[Records from a data source]
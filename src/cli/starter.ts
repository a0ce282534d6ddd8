/** The files of a starter study, by name. */
export const STARTER_FILES: Readonly<Record<string, string>> = {
  'study.yaml': `# yaml-language-server: $schema=./study.schema.json
# Only "marks", "bases" and "logs" are required. Paths are relative to this file.

title: Check shots

# Zone of your days, as an IANA name or an offset from UTC such as "+02:00". Without it a day is the local mean solar
# day at the base.
# timeZone: Europe/Lisbon

# Coordinates of marks, bases and logs: geographic (degrees, WGS 84), geocentric (metres), a code of the EPSG
# register such as EPSG:25829, or a proj string such as "+proj=utm +zone=29 +ellps=GRS80".
coordinates: geographic

# Heights are ellipsoidal unless you say otherwise; marks, bases and each log may have heights of their own, and a geoid
# separation leads from one kind to the other (geoid: column, constant or grid):
# heights: {kind: orthometric, geoid: grid, file: geoid.asc}

marks: marks.csv
# Where logs name marks inside longer texts, such as "CHK A3 ok", a regular expression (of JavaScript) reads them out:
# marks: {file: marks.csv, names: {pattern: 'CHK (\\w+)'}}
bases: bases.csv
logs:
  - files: logs/*.csv
    # "npx ppmwise layout logs/FILE" prints what to put here, and asks for what a file does not say:
    # layout:
    #   kind: delimited
    #   columns: {mark: Point, latitude: Lat, longitude: Lon, height: Ellipsoid height}
    #   fixValues: {1: fixed, 2: float}
    # Only positions from a single base are fitted. Where the log does not tell from where corrections came:
    # corrections: single-base
    # Where the log gives the coordinates that the base was run with, and they are not those of bases.csv:
    # moveToPublishedBase: true

# What your clients demand; each line becomes a rule. Horizontal limits are radial.
tolerances:
  - {component: horizontal, limitMm: 25, share: 0.95}
  - {component: vertical, limitMm: 40, share: 0.95}

# What the data sheet of your receivers says, to be compared with what your shots show. State what its
# words mean: form (root-sum-square | linear-sum), axis (radial | per-axis), level (rms | 68 | 95).
# specSheet: {horizontal: {constantMm: 8, ppm: 1}, vertical: {constantMm: 15, ppm: 1}, form: linear-sum, axis: radial, level: rms}
`,
  'marks.csv': `# One row a mark: coordinates from an independent source, not from the base that is tested.
# Replace the example. A blank coordinate means not known.
# Precisions are mm and need their level (rms, 68 or 95). sky: open, partly or obstructed.
mark,latitude,longitude,height,horizontalSigmaMm,verticalSigmaMm,sigmaLevel,source,frame,epoch,sky
EXAMPLE,44.310886625,-18.400700010,133.7214,4,8,rms,static session,,,open
`,
  'bases.csv': `# One row a base point. mounting: pillar (keeps its place overnight) or tripod (a new setup every day).
base,latitude,longitude,height,mounting
EXAMPLE-BASE,44.312640518,-18.405217364,148.2163,tripod
`,
  'README.md': `# Check shots

Needs Node.js 20.19 or newer. Run \`npm install\` in this folder once.

1. \`npm run notebook\` opens the notebooks, which show the invented study in \`demo/\`: begin with \`01-own-ppm\`.
2. Put your marks and bases into \`marks.csv\` and \`bases.csv\` in place of the examples, your exported logs into \`logs/\`.
3. \`npx ppmwise layout logs/*\` says what it makes of the logs; paste its answer into \`study.yaml\` where it asks for something.
4. \`npx ppmwise check study.yaml\` reads and accounts for every row; \`npx ppmwise run study.yaml\` writes \`results/report.html\`.
5. In the first cell of a notebook put \`../study.yaml\` in place of \`../demo/study.yaml\`, to look at your own shots.
6. A rule needs 15 days, better 30, with near and far marks; it reaches as far as two marks with 20 occupations on 5 days lie.
`,
};
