import { cp, mkdir, readdir } from 'node:fs/promises';
import { join, relative, resolve } from 'node:path';
import { Command } from 'commander';
import { requireEmptyFolder } from './emptyFolder.js';
import { packageFolder } from './package.js';

export function demoCommand(done: (code: number) => void): Command {
  return new Command('demo')
    .description('Copy the invented demo study into a folder, to try ppmwise on.')
    .argument('<dir>', 'new or empty folder')
    .action(async (dir: string) => {
      const folder = resolve(dir);
      requireEmptyFolder(folder);
      await copyDemo(folder);
      const study = relative(process.cwd(), join(folder, 'study.yaml'));
      process.stdout.write(`The demo study is in ${folder}. Run it with:\n\n  npx ppmwise run ${study}\n`);
      done(0);
    });
}

/** Copies the demo study, without the program that makes its data: that belongs to the project, not to a study. */
export async function copyDemo(folder: string): Promise<void> {
  await mkdir(folder, { recursive: true });
  const source = join(packageFolder(), 'datasets-demo');
  for (const name of await readdir(source)) {
    if (!name.endsWith('.ts')) await cp(join(source, name), join(folder, name), { recursive: true });
  }
}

Required action: Retype every entry above, word for word.

Answer area:
filename src/cli/starter.ts
repository a0ce282534d6ddd8
/** The files of a starter study, by name. */
export const STARTER_FILES: Readonly<Record<string, string>> = {
  'study.yaml': `# yaml-language-server: $schema=./study.schema.json
# Only "marks", "bases" and "logs" are required. Paths are relative to this file.

title: Check shots

# Zone of your days, as an IANA name or an offset from UTC such as "+02:00". Without it a day is the local mean solar
# day at the base.
# timeZone: Europe/Lisbon

# Coordinates of marks, bases and logs: geographic (degrees, WGS 84), geocentric (metres), a code of the EPSG
# register such as EPSG:25829, or a proj string such as "+proj=utm +zone=29 +ellps=GRS80".
coordinates: geographic

# Heights are ellipsoidal unless you say otherwise; marks, bases and each log may have heights of their own, and a geoid
# separation leads from one kind to the other (geoid: column, constant or grid):
# heights: {kind: orthometric, geoid: grid, file: geoid.asc}

marks: marks.csv
# Where logs name marks inside longer texts, such as "CHK A3 ok", a regular expression (of JavaScript) reads them out:
# marks: {file: marks.csv, names: {pattern: 'CHK (\\w+)'}}
bases: bases.csv
logs:
  - files: logs/*.csv
    # "npx ppmwise layout logs/FILE" prints what to put here, and asks for what a file does not say:
    # layout:
    #   kind: delimited
    #   columns: {mark: Point, latitude: Lat, longitude: Lon, height: Ellipsoid height}
    #   fixValues: {1: fixed, 2: float}
    # Only positions from a single base are fitted. Where the log does not tell from where corrections came:
    # corrections: single-base
    # Where the log gives the coordinates that the base was run with, and they are not those of bases.csv:
    # moveToPublishedBase: true

# What your clients demand; each line becomes a rule. Horizontal limits are radial.
tolerances:
  - {component: horizontal, limitMm: 25, share: 0.95}
  - {component: vertical, limitMm: 40, share: 0.95}

# What the data sheet of your receivers says, to be compared with what your shots show. State what its
# words mean: form (root-sum-square | linear-sum), axis (radial | per-axis), level (rms | 68 | 95).
# specSheet: {horizontal: {constantMm: 8, ppm: 1}, vertical: {constantMm: 15, ppm: 1}, form: linear-sum, axis: radial, level: rms}
`,
  'marks.csv': `# One row a mark: coordinates from an independent source, not from the base that is tested.
# Replace the example. A blank coordinate means not known.
# Precisions are mm and need their level (rms, 68 or 95). sky: open, partly or obstructed.
mark,latitude,longitude,height,horizontalSigmaMm,verticalSigmaMm,sigmaLevel,source,frame,epoch,sky
EXAMPLE,44.310886625,-18.400700010,133.7214,4,8,rms,static session,,,open
`,
  'bases.csv': `# One row a base point. mounting: pillar (keeps its place overnight) or tripod (a new setup every day).
base,latitude,longitude,height,mounting
EXAMPLE-BASE,44.312640518,-18.405217364,148.2163,tripod
`,
  'README.md': `# Check shots

Needs Node.js 20.19 or newer. Run \`npm install\` in this folder once.

1. \`npm run notebook\` opens the notebooks, which show the invented study in \`demo/\`: begin with \`01-own-ppm\`.
2. Put your marks and bases into \`marks.csv\` and \`bases.csv\` in place of the examples, your exported logs into \`logs/\`.
3. \`npx ppmwise layout logs/*\` says what it makes of the logs; paste its answer into \`study.yaml\` where it asks for something.
4. \`npx ppmwise check study.yaml\` reads and accounts for every row; \`npx ppmwise run study.yaml\` writes \`results/report.html\`.
5. In the first cell of a notebook put \`../study.yaml\` in place of \`../demo/study.yaml\`, to look at your own shots.
6. A rule needs 15 days, better 30, with near and far marks; it reaches as far as two marks with 20 occupations on 5 days lie.
`,
};
import { cp, mkdir, readdir } from 'node:fs/promises';
import { join, relative, resolve } from 'node:path';
import { Command } from 'commander';
import { requireEmptyFolder } from './emptyFolder.js';
import { packageFolder } from './package.js';

export function demoCommand(done: (code: number) => void): Command {
  return new Command('demo')
    .description('Copy the invented demo study into a folder, to try ppmwise on.')
    .argument('<dir>', 'new or empty folder')
    .action(async (dir: string) => {
      const folder = resolve(dir);
      requireEmptyFolder(folder);
      await copyDemo(folder);
      const study = relative(process.cwd(), join(folder, 'study.yaml'));
      process.stdout.write(`The demo study is in ${folder}. Run it with:\n\n  npx ppmwise run ${study}\n`);
      done(0);
    });
}

/** Copies the demo study, without the program that makes its data: that belongs to the project, not to a study. */
export async function copyDemo(folder: string): Promise<void> {
  await mkdir(folder, { recursive: true });
  const source = join(packageFolder(), 'datasets-demo');
  for (const name of await readdir(source)) {
    if (!name.endsWith('.ts')) await cp(join(source, name), join(folder, name), { recursive: true });
  }
}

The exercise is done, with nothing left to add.